Article | May 2, 2012

Five Tips For Faster, Simpler, Better Data Deduplication

William Evans Arkeia

By William Evans, CEO, Arkeia

With nearly every network backup and storage management vendor offering a data deduplication product or option, midsized IT environments can be challenged to find appropriately featured dedupe that delivers the time, space, and cost savings they require.

Why dedupe? Dedupe can attain a 95 percent reduction in data volume for users who routinely back up the same data, such as performing nightly backups each business day, or backing up of dozens of VMware virtual machines across multiple physical hosts, said experts at Arkeia Software, a leading provider of fast, easy-to-use and affordable network backup solutions. Although reduction ratios are highly variable, and depend on the type of data and files on the network, significant reductions in time, capacity and costs can be achieved with the right dedupe strategy.

Below are five tips for choosing the right technology to deliver fast, simple, and more affordable dedupe.

1. Start at the source
“Source-side” deduplication lays the foundation for more efficient dedupe. Source-side deduplication determines whether the current backup already has a copy of the specific block of data found on the client. Virtualized environments typically have multiple copies of the same operating systems and applications, and source-side deduplication prevents vast amounts of duplicate, redundant data from moving to disk, tape or cloud storage. Even when backups are confined to local area networks, source-side dedupe enables far faster network backups due to reduced bandwidth requirements—the traditional bottleneck in LAN backup performance.

2. Get in-line
Deduplication can take place in-line, while the backup is in progress, or post-processing in a cache or staging phase before backups are sent to their storage destination. For backup applications shops will prefer in-line deduplication.  Source-side dedupe requires in-line processing because the backup window can’t close until the backup sets are deduplicated and moved off the machine being protected.

3. Go around the block
Dedupe technologies broadly fall into two categories – block-based or file-based. File-based deduplication is rarely sufficient for business networks, which frequently have many versions of the same file with only small differences between them.  Fixed-block deduplication is an improvement, but can’t detect many similar files.  Variable-block deduplication comes at a cost of increased management overhead and/or processing power which slows backups. “Progressive” deduplication provides the best of both world: it’s fast like fixed-block dedupe but offers improved compression like variable-block.  Progressive overcomes tunes block sizes according to the type of data, such as executable files, text files, or database records, to deliver the best overall performance. 
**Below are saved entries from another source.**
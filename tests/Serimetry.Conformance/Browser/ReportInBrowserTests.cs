using Serimetry.Engine.Compare;
using Serimetry.Engine.Phantoms;
using Serimetry.Engine.Repeatability;
using Serimetry.Tests.Shared;
using Xunit;

namespace Serimetry.Conformance.Browser;

/// <summary>
/// The HTML report in a real browser (Src: Debian's chromium, driven over the Chrome DevTools Protocol): it
/// renders with no console or network errors and every picture decodes. A screenshot is kept under
/// artifacts/test-results/ as a test artefact (not in git).
/// </summary>
public sealed class ReportInBrowserTests : IDisposable
{
    private readonly string _dir = Directory.CreateTempSubdirectory("serimetry-report-").FullName;

    public void Dispose() => Directory.Delete(_dir, recursive: true);

    private string WriteReport()
    {
        var spec = new PhantomSpec() with
        {
            Visits = 2,
            T2Grid = new PhantomGrid(100, 80, 14, 1.0, 1.0, 3.0),
            DwiGrid = new PhantomGrid(50, 40, 14, 2.0, 2.0, 3.0),
            PsaNgPerMl = [5.0, 5.5],
        };
        var exams = Path.Combine(_dir, "exams");
        PhantomWriter.WriteNifti(exams, PhantomGenerator.Generate(spec));
        var request = new CompareRequest(Path.Combine(exams, "visit-0"), [Path.Combine(exams, "visit-1")],
            Path.Combine(exams, "visit-0", "masks", "gland.nii.gz"), Path.Combine(exams, "visit-0", "masks", "lesion.nii.gz"),
            [], RepeatabilityProfile.LoadDefault(), new ComparisonOptions());
        var outDir = Path.Combine(_dir, "result");
        CompareOutputs.Write(ComparePipeline.Run(request), outDir);
        return Path.Combine(outDir, "report.html");
    }

    [Fact]
    public void ReportRendersWithoutErrorsAndAllPicturesLoad()
    {
        Assert.True(File.Exists(HeadlessChromium.Executable), "chromium is missing: scripts/test.sh installs Debian's chromium");
        var report = WriteReport();
        var check = HeadlessChromium.Load(report, TimeSpan.FromSeconds(90));
        var artefacts = Path.Combine(SharedReference.RepoRoot, "artifacts", "test-results");
        Directory.CreateDirectory(artefacts);
        File.WriteAllBytes(Path.Combine(artefacts, "report-screenshot.png"), check.Screenshot);
        Assert.Empty(check.Errors);
        Assert.Equal(4, check.Images);
        Assert.Equal(0, check.BrokenImages);

        // The check can fail: with one picture removed the browser reports it.
        File.Delete(Path.Combine(Path.GetDirectoryName(report)!, "visit-1-adc.png"));
        var broken = HeadlessChromium.Load(report, TimeSpan.FromSeconds(90));
        Assert.Equal(1, broken.BrokenImages);
        Assert.NotEmpty(broken.Errors);
    }
}
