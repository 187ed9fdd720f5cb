using System.Diagnostics;
using System.Net.WebSockets;
using System.Text;
using System.Text.Json;
using System.Text.Json.Nodes;

namespace Serimetry.Conformance.Browser;

/// <summary>What a page did when loaded in a real browser.</summary>
public sealed record PageCheck(IReadOnlyList<string> Errors, int Images, int BrokenImages, byte[] Screenshot);

/// <summary>
/// Loads a page in Debian's headless Chromium and reads, over the Chrome DevTools Protocol (its public
/// WebSocket interface), the console and network errors, whether every image decoded, and a screenshot.
/// </summary>
public static class HeadlessChromium
{
    public const string Executable = "/usr/bin/chromium";

    public static PageCheck Load(string path, TimeSpan timeout)
    {
        var profile = Directory.CreateTempSubdirectory("serimetry-chromium-");
        using var process = Process.Start(new ProcessStartInfo(Executable,
        [
            "--headless", "--no-sandbox", "--disable-gpu", "--disable-quic", "--no-first-run", "--disable-background-networking",
            "--disable-component-update", "--disable-sync", "--remote-debugging-port=0", "--window-size=1200,2400",
            $"--user-data-dir={profile.FullName}", "about:blank",
        ])
        { RedirectStandardError = true, RedirectStandardOutput = true })!;
        try
        {
            using var cts = new CancellationTokenSource(timeout);
            var endpoint = BrowserEndpoint(process, cts.Token);
            return Inspect(endpoint, new Uri(Path.GetFullPath(path)).AbsoluteUri, cts.Token).GetAwaiter().GetResult();
        }
        finally
        {
            if (!process.HasExited) process.Kill(entireProcessTree: true);
            process.WaitForExit(5000);
            try { profile.Delete(recursive: true); } catch (IOException) { /* Chromium may still hold a lock file; the temp folder is disposable. */ }
        }
    }

    private static Uri BrowserEndpoint(Process process, CancellationToken ct)
    {
        while (!ct.IsCancellationRequested)
        {
            var line = process.StandardError.ReadLine() ?? throw new InvalidOperationException("Chromium exited before offering DevTools");
            const string marker = "DevTools listening on ";
            int at = line.IndexOf(marker, StringComparison.Ordinal);
            if (at >= 0) return new Uri(line[(at + marker.Length)..].Trim());
        }
        throw new TimeoutException("Chromium did not offer DevTools in time");
    }

    private static async Task<PageCheck> Inspect(Uri browser, string url, CancellationToken ct)
    {
        using var http = new HttpClient();
        var list = JsonNode.Parse(await http.GetStringAsync($"http://{browser.Authority}/json/list", ct))!.AsArray();
        var page = list.First(t => (string?)t!["type"] == "page")!;
        using var ws = new ClientWebSocket();
        await ws.ConnectAsync(new Uri((string)page["webSocketDebuggerUrl"]!), ct);
        var errors = new List<string>();
        int id = 0;
        async Task<JsonNode> Call(string method, object? parameters = null)
        {
            int myId = ++id;
            var msg = JsonSerializer.Serialize(new { id = myId, method, @params = parameters ?? new { } });
            await ws.SendAsync(Encoding.UTF8.GetBytes(msg), WebSocketMessageType.Text, true, ct);
            while (true)
            {
                var node = await Receive(ws, ct);
                if ((int?)node["id"] == myId) return node["result"] ?? new JsonObject();
                Collect(node, errors);
            }
        }
        await Call("Log.enable");
        await Call("Runtime.enable");
        await Call("Page.enable");
        await Call("Page.navigate", new { url });
        while (true)
        {
            var node = await Receive(ws, ct);
            if ((string?)node["method"] == "Page.loadEventFired") break;
            Collect(node, errors);
        }
        var images = await Call("Runtime.evaluate", new
        {
            expression = "JSON.stringify([document.images.length, Array.from(document.images).filter(i => !i.complete || i.naturalWidth === 0).length])",
            returnByValue = true,
        });
        var counts = JsonNode.Parse((string)images["result"]!["value"]!)!.AsArray();
        var shot = await Call("Page.captureScreenshot", new { format = "png", captureBeyondViewport = true });
        return new PageCheck(errors, (int)counts[0]!, (int)counts[1]!, Convert.FromBase64String((string)shot["data"]!));
    }

    private static void Collect(JsonNode node, List<string> errors)
    {
        switch ((string?)node["method"])
        {
            case "Log.entryAdded" when (string?)node["params"]!["entry"]!["level"] == "error":
                errors.Add((string)node["params"]!["entry"]!["text"]!);
                break;
            case "Runtime.consoleAPICalled" when (string?)node["params"]!["type"] == "error":
                errors.Add("console.error: " + node["params"]!["args"]!.ToJsonString());
                break;
            case "Runtime.exceptionThrown":
                errors.Add("exception: " + node["params"]!["exceptionDetails"]!.ToJsonString());
                break;
        }
    }

    private static async Task<JsonNode> Receive(ClientWebSocket ws, CancellationToken ct)
    {
        var buffer = new byte[1 << 16];
        using var ms = new MemoryStream();
        WebSocketReceiveResult r;
        do
        {
            r = await ws.ReceiveAsync(buffer, ct);
            ms.Write(buffer, 0, r.Count);
        }
        while (!r.EndOfMessage);
        return JsonNode.Parse(ms.ToArray())!;
    }
}
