#!/usr/bin/env python3
"""A real second client: Python grpcio against a running `keelson serve`.

Generates Python stubs from proto/keelson/v1/weights.proto at run time with
grpcio-tools, starts the server on a free loopback port, checks health and
reflection, sends a window read from CSV and compares the weights with
`keelson fit --format json` on the same file, checks an invalid request,
then stops the server with SIGTERM.

Usage: grpc_client_check.py --keelson target/debug/keelson --returns FILE.csv --market MKT
"""

import argparse
import csv
import json
import math
import os
import signal
import socket
import subprocess
import sys
import tempfile
import time

ROOT = os.path.dirname(os.path.dirname(os.path.dirname(os.path.abspath(__file__))))
CHECKS = []


def check(name, ok, detail=""):
    CHECKS.append((name, bool(ok)))
    print(("ok   " if ok else "FAIL ") + name + (f": {detail}" if detail and not ok else ""))


def generate_stubs(out):
    from grpc_tools import protoc
    import grpc_tools

    include = os.path.join(os.path.dirname(grpc_tools.__file__), "_proto")
    rc = protoc.main([
        "protoc", f"-I{os.path.join(ROOT, 'proto')}", f"-I{include}",
        f"--python_out={out}", f"--grpc_python_out={out}", "keelson/v1/weights.proto",
    ])
    if rc != 0:
        raise SystemExit(f"protoc failed with {rc}")
    sys.path.insert(0, out)


def free_port():
    with socket.socket() as s:
        s.bind(("127.0.0.1", 0))
        return s.getsockname()[1]


def read_window(path, market):
    with open(path) as f:
        rows = list(csv.reader(f))
    header, body = rows[0], rows[1:]
    mcol = header.index(market)
    fcols = [i for i in range(1, len(header)) if i != mcol]
    cell = lambda s: math.nan if s in ("", "NA") else float(s)
    return dict(
        names=[header[i] for i in fcols],
        labels=[r[0] for r in body],
        values=[cell(r[i]) for r in body for i in fcols],
        market=[float(r[mcol]) for r in body],
        rows=len(body),
        cols=len(fcols),
    )


def main():
    ap = argparse.ArgumentParser()
    ap.add_argument("--keelson", required=True)
    ap.add_argument("--returns", required=True)
    ap.add_argument("--market", default="MKT")
    args = ap.parse_args()

    tmp = tempfile.mkdtemp(prefix="keelson-py-")
    generate_stubs(tmp)
    import grpc
    from grpc_health.v1 import health_pb2, health_pb2_grpc
    from grpc_reflection.v1alpha.proto_reflection_descriptor_database import ProtoReflectionDescriptorDatabase
    from keelson.v1 import weights_pb2, weights_pb2_grpc

    port = free_port()
    metrics_port = free_port()
    env = dict(os.environ, KEELSON__LOG__LEVEL="warn", KEELSON__METRICS__ADDRESS=f"127.0.0.1:{metrics_port}")
    server = subprocess.Popen([args.keelson, "serve", "--addr", f"127.0.0.1:{port}"], env=env)
    try:
        channel = grpc.insecure_channel(f"127.0.0.1:{port}")
        health = health_pb2_grpc.HealthStub(channel)
        serving = False
        for _ in range(300):  # at most 30 s for the server to come up
            try:
                r = health.Check(health_pb2.HealthCheckRequest(service=""), timeout=1)
                serving = r.status == health_pb2.HealthCheckResponse.SERVING
                if serving:
                    break
            except grpc.RpcError:
                time.sleep(0.1)
        check("health: server SERVING", serving)
        for name in ["liveness", "readiness", "keelson.v1.WeightsService"]:
            r = health.Check(health_pb2.HealthCheckRequest(service=name), timeout=5)
            check(f"health: {name} SERVING", r.status == health_pb2.HealthCheckResponse.SERVING)

        services = set(ProtoReflectionDescriptorDatabase(channel).get_services())
        check("reflection lists keelson.v1.WeightsService", "keelson.v1.WeightsService" in services, services)

        w = read_window(args.returns, args.market)
        stub = weights_pb2_grpc.WeightsServiceStub(channel)
        req = weights_pb2.ComputeWeightsRequest(
            factor_names=w["names"],
            period_labels=w["labels"],
            returns=weights_pb2.Matrix(rows=w["rows"], cols=w["cols"], values=w["values"]),
            market_returns=w["market"],
            market_name=args.market,
            request_id="py-1",
        )
        resp = stub.ComputeWeights(req, timeout=60)
        check("request id echoed", resp.request_id == "py-1")

        fit = subprocess.run(
            [args.keelson, "fit", "--returns", args.returns, "--market", args.market, "--format", "json"],
            check=True, capture_output=True, text=True,
        )
        local = json.loads(fit.stdout)
        same = [x.factor == y["factor"] and x.weight == y["weight"] for x, y in zip(resp.weights, local["weights"])]
        check("weights over gRPC equal `keelson fit` exactly", len(same) == len(local["weights"]) and all(same))
        check("market weight equal", resp.market_weight == local["marketWeight"])
        check("fingerprint equal", resp.fingerprint == local["fingerprint"])
        check("K and kappa equal", resp.diagnostics.num_components == local["diagnostics"]["numComponents"]
              and resp.diagnostics.kappa == local["diagnostics"]["kappa"])

        bad = weights_pb2.ComputeWeightsRequest()
        bad.CopyFrom(req)
        bad.returns.values[5] = math.inf
        try:
            stub.ComputeWeights(bad, timeout=10)
            check("infinite value rejected", False, "no error")
        except grpc.RpcError as e:
            check("infinite value rejected with INVALID_ARGUMENT", e.code() == grpc.StatusCode.INVALID_ARGUMENT, e.code())
            check("error names row and column", "row 0" in e.details() and "column 5" in e.details(), e.details())

        # The Prometheus endpoint, read with the standard library's HTTP client.
        import urllib.request
        text = urllib.request.urlopen(f"http://127.0.0.1:{metrics_port}/metrics", timeout=10).read().decode()
        ok_line = ('grpc_server_handled_total{grpc_service="keelson.v1.WeightsService",'
                   'grpc_method="ComputeWeights",grpc_type="unary",grpc_code="OK"} 1')
        bad_line = ('grpc_server_handled_total{grpc_service="keelson.v1.WeightsService",'
                    'grpc_method="ComputeWeights",grpc_type="unary",grpc_code="InvalidArgument"} 1')
        check("metrics count the successful call", ok_line in text, ok_line)
        check("metrics count the rejected call", bad_line in text, bad_line)
    finally:
        server.send_signal(signal.SIGTERM)
        try:
            rc = server.wait(timeout=30)
        except subprocess.TimeoutExpired:
            server.kill()
            rc = None
    check("server exits 0 on SIGTERM", rc == 0, rc)

    failed = sum(1 for _, ok in CHECKS if not ok)
    print(f"python grpcio client: {len(CHECKS) - failed} passed, {failed} failed")
    return 1 if failed else 0


if __name__ == "__main__":
    sys.exit(main())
4. Replication acceleration
Replication of on-premise backups to private or public clouds or across a WAN are prime cases where dedupe delivers substantial advantages in speed and efficiency. Deduping backup data before replication not only reduces the time necessary to move data across a network, it reduces the cost of bandwidth and the cost of cloud storage capacity. Former users of tapes for off-site data protection will find that dedupe now makes it feasible to do WAN transfers thanks to the time and cost savings it delivers.

5. Go all in
Today there is generally no reason to select a separate dedupe product on top of a network backup solution.  An all-in-one approach is not only more affordable, it provides savings in ease of integration and configuration.  Deduped storage appliances can shrink storage volumes—but don’t deliver the backup speed improvements offered by source-side deduplication.  Network optimization tools can reduce WAN bandwidth—but not as well as backup and without the benefits of reduced storage requirements at the destination.  Whether it’s a backup server deployed as a physical appliance, a virtual appliance, or as part of a traditional data protection software package, a unified data protection and deduplication system reduces cost and accelerates backups. Deduplication is optimal for accommodating data spread across different servers or locations, virtual machines and hypervisors, for supporting mixed platforms in one network, and for assuring trouble-free restores.